Information:

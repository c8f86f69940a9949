import { expect, it } from "vitest";
import { curlExample } from "./curl-example";

const read = {
  method: "GET",
  path: "/campaigns/{key}/ledger/entries/{seq}",
  open: true,
  bodyType: null,
  once: false,
  answerType: "application/json",
};

it("what a public campaign gives is asked without a key", () => {
  expect(curlExample(read, "https://house.example/api/v1", "hum")).toBe(
    "curl \\\n  https://house.example/api/v1/campaigns/hum/ledger/entries/SEQ",
  );
});

it("what enters something is sent with a key, its type and a key of its own", () => {
  const path = "/campaigns/{key}/measurements";
  const post = { ...read, method: "POST", path, open: false, bodyType: "text/csv", once: true };
  expect(curlExample(post, "https://house.example/api/v1", null).split(" \\\n  ")).toEqual([
    "curl",
    '--header "Authorization: Bearer $WEIGHHOUSE_API_KEY"',
    '--header "Idempotency-Key: $(uuidgen)"',
    '--header "Content-Type: text/csv"',
    "--data-binary @table.csv",
    "https://house.example/api/v1/campaigns/CAMPAIGN/measurements",
  ]);
});

it("a method that curl doesn't take from the rest is named", () => {
  const path = "/campaigns/{key}/webhooks/{id}";
  const gone = { ...read, method: "DELETE", path, open: false };
  expect(curlExample(gone, "", "hum")).toContain("--request DELETE");
  const test = { ...gone, method: "POST" };
  expect(curlExample(test, "", "hum")).toContain("--request POST");
});
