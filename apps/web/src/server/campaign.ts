import "server-only";
import { cache } from "react";
import { readFor } from "./reader";

/** The campaign as of a size (null: now), read once a request however many parts of a page ask. */
export const readCampaign = cache(async (key: string, size: number | null) =>
  readFor(`/campaigns/${key}`, (caller) => caller.campaigns.get({ key, ...sizeOf(size) })),
);

export const readStandings = cache(async (key: string, size: number | null) =>
  readFor(`/campaigns/${key}`, (caller) => caller.standings.get({ key, ...sizeOf(size) })),
);

export const readTimeline = cache(async (key: string) =>
  readFor(`/campaigns/${key}`, (caller) => caller.standings.timeline({ key })),
);

export type CampaignView = Awaited<ReturnType<typeof readCampaign>>;
export type StandingsView = Awaited<ReturnType<typeof readStandings>>;
export type TimelineView = Awaited<ReturnType<typeof readTimeline>>;

/** `?size=` of a page's address: a whole number from 1, else null, which means now. */
export function sizeFrom(search: { size?: string | string[] }): number | null {
  const text = Array.isArray(search.size) ? search.size[0] : search.size;
  return text !== undefined && /^[1-9]\d{0,14}$/.test(text) ? Number(text) : null;
}

function sizeOf(size: number | null): { size?: number } {
  return size === null ? {} : { size };
}
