import { describe, expect, it } from "vitest";
import { schemaFields, typeWords } from "./schema-fields";

const schemas = {
  Row: {
    type: "object",
    properties: {
      id: { type: "string", description: "Its id." },
      sd: { anyOf: [{ type: "number", description: "In its unit." }, { type: "null" }] },
    },
    required: ["id"],
  },
};

describe("the fields of a schema", () => {
  it("are named from the top, those of lists and objects within below them", () => {
    const schema = {
      type: "object",
      properties: {
        rows: { type: "array", items: { $ref: "#/components/schemas/Row" } },
        about: {
          anyOf: [{ type: "object", properties: { note: { type: "string" } } }, { type: "null" }],
        },
      },
      required: ["rows"],
    };
    expect(schemaFields(schema, schemas)).toEqual([
      { name: "rows", type: "list of Row", required: true, says: "" },
      { name: "rows[].id", type: "text", required: true, says: "Its id." },
      { name: "rows[].sd", type: "number", required: false, says: "In its unit." },
      { name: "about", type: "object", required: false, says: "" },
      { name: "about.note", type: "text", required: false, says: "" },
    ]);
  });

  it("are those of the schema that is referred to", () => {
    const fields = schemaFields({ $ref: "#/components/schemas/Row" }, schemas);
    expect(fields.map(({ name }) => name)).toEqual(["id", "sd"]);
  });
});

it.each([
  [{ type: "integer" }, "whole number"],
  [{ enum: ["all", "faults"] }, "all or faults"],
  [{ const: true }, "true"],
  [{ anyOf: [{ type: "string" }, { type: "null" }] }, "text"],
  [{ type: "array", items: { type: "string" } }, "list of texts"],
  [{}, "anything"],
])("%j is %s", (schema, words) => {
  expect(typeWords(schema)).toBe(words);
});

What you are asked to do:
From top to bottom, please output the material exactly.

Written solution:
repository c8f86f69940a9949
import { expect, it } from "vitest";
import { curlExample } from "./curl-example";

const read = {
  method: "GET",
  path: "/campaigns/{key}/ledger/entries/{seq}",
  open: true,
  bodyType: null,
  once: false,
  answerType: "application/json",
};

it("what a public campaign gives is asked without a key", () => {
  expect(curlExample(read, "https://house.example/api/v1", "hum")).toBe(
    "curl \\\n  https://house.example/api/v1/campaigns/hum/ledger/entries/SEQ",
  );
});

it("what enters something is sent with a key, its type and a key of its own", () => {
  const path = "/campaigns/{key}/measurements";
  const post = { ...read, method: "POST", path, open: false, bodyType: "text/csv", once: true };
  expect(curlExample(post, "https://house.example/api/v1", null).split(" \\\n  ")).toEqual([
    "curl",
    '--header "Authorization: Bearer $WEIGHHOUSE_API_KEY"',
    '--header "Idempotency-Key: $(uuidgen)"',
    '--header "Content-Type: text/csv"',
    "--data-binary @table.csv",
    "https://house.example/api/v1/campaigns/CAMPAIGN/measurements",
  ]);
});

it("a method that curl doesn't take from the rest is named", () => {
  const path = "/campaigns/{key}/webhooks/{id}";
  const gone = { ...read, method: "DELETE", path, open: false };
  expect(curlExample(gone, "", "hum")).toContain("--request DELETE");
  const test = { ...gone, method: "POST" };
  expect(curlExample(test, "", "hum")).toContain("--request POST");
});
filename apps/web/src/server/campaign.ts
import "server-only";
import { cache } from "react";
import { readFor } from "./reader";

/** The campaign as of a size (null: now), read once a request however many parts of a page ask. */
export const readCampaign = cache(async (key: string, size: number | null) =>
  readFor(`/campaigns/${key}`, (caller) => caller.campaigns.get({ key, ...sizeOf(size) })),
);

export const readStandings = cache(async (key: string, size: number | null) =>
  readFor(`/campaigns/${key}`, (caller) => caller.standings.get({ key, ...sizeOf(size) })),
);

export const readTimeline = cache(async (key: string) =>
  readFor(`/campaigns/${key}`, (caller) => caller.standings.timeline({ key })),
);

export type CampaignView = Awaited<ReturnType<typeof readCampaign>>;
export type StandingsView = Awaited<ReturnType<typeof readStandings>>;
export type TimelineView = Awaited<ReturnType<typeof readTimeline>>;

/** `?size=` of a page's address: a whole number from 1, else null, which means now. */
export function sizeFrom(search: { size?: string | string[] }): number | null {
  const text = Array.isArray(search.size) ? search.size[0] : search.size;
  return text !== undefined && /^[1-9]\d{0,14}$/.test(text) ? Number(text) : null;
}

function sizeOf(size: number | null): { size?: number } {
  return size === null ? {} : { size };
}
import { describe, expect, it } from "vitest";
import { schemaFields, typeWords } from "./schema-fields";

const schemas = {
  Row: {
    type: "object",
    properties: {
      id: { type: "string", description: "Its id." },
      sd: { anyOf: [{ type: "number", description: "In its unit." }, { type: "null" }] },
    },
    required: ["id"],
  },
};

describe("the fields of a schema", () => {
  it("are named from the top, those of lists and objects within below them", () => {
    const schema = {
      type: "object",
      properties: {
        rows: { type: "array", items: { $ref: "#/components/schemas/Row" } },
        about: {
          anyOf: [{ type: "object", properties: { note: { type: "string" } } }, { type: "null" }],
        },
      },
      required: ["rows"],
    };
    expect(schemaFields(schema, schemas)).toEqual([
      { name: "rows", type: "list of Row", required: true, says: "" },
      { name: "rows[].id", type: "text", required: true, says: "Its id." },
      { name: "rows[].sd", type: "number", required: false, says: "In its unit." },
      { name: "about", type: "object", required: false, says: "" },
      { name: "about.note", type: "text", required: false, says: "" },
    ]);
  });

  it("are those of the schema that is referred to", () => {
    const fields = schemaFields({ $ref: "#/components/schemas/Row" }, schemas);
    expect(fields.map(({ name }) => name)).toEqual(["id", "sd"]);
  });
});

it.each([
  [{ type: "integer" }, "whole number"],
  [{ enum: ["all", "faults"] }, "all or faults"],
  [{ const: true }, "true"],
  [{ anyOf: [{ type: "string" }, { type: "null" }] }, "text"],
  [{ type: "array", items: { type: "string" } }, "list of texts"],
  [{}, "anything"],
])("%j is %s", (schema, words) => {
  expect(typeWords(schema)).toBe(words);
});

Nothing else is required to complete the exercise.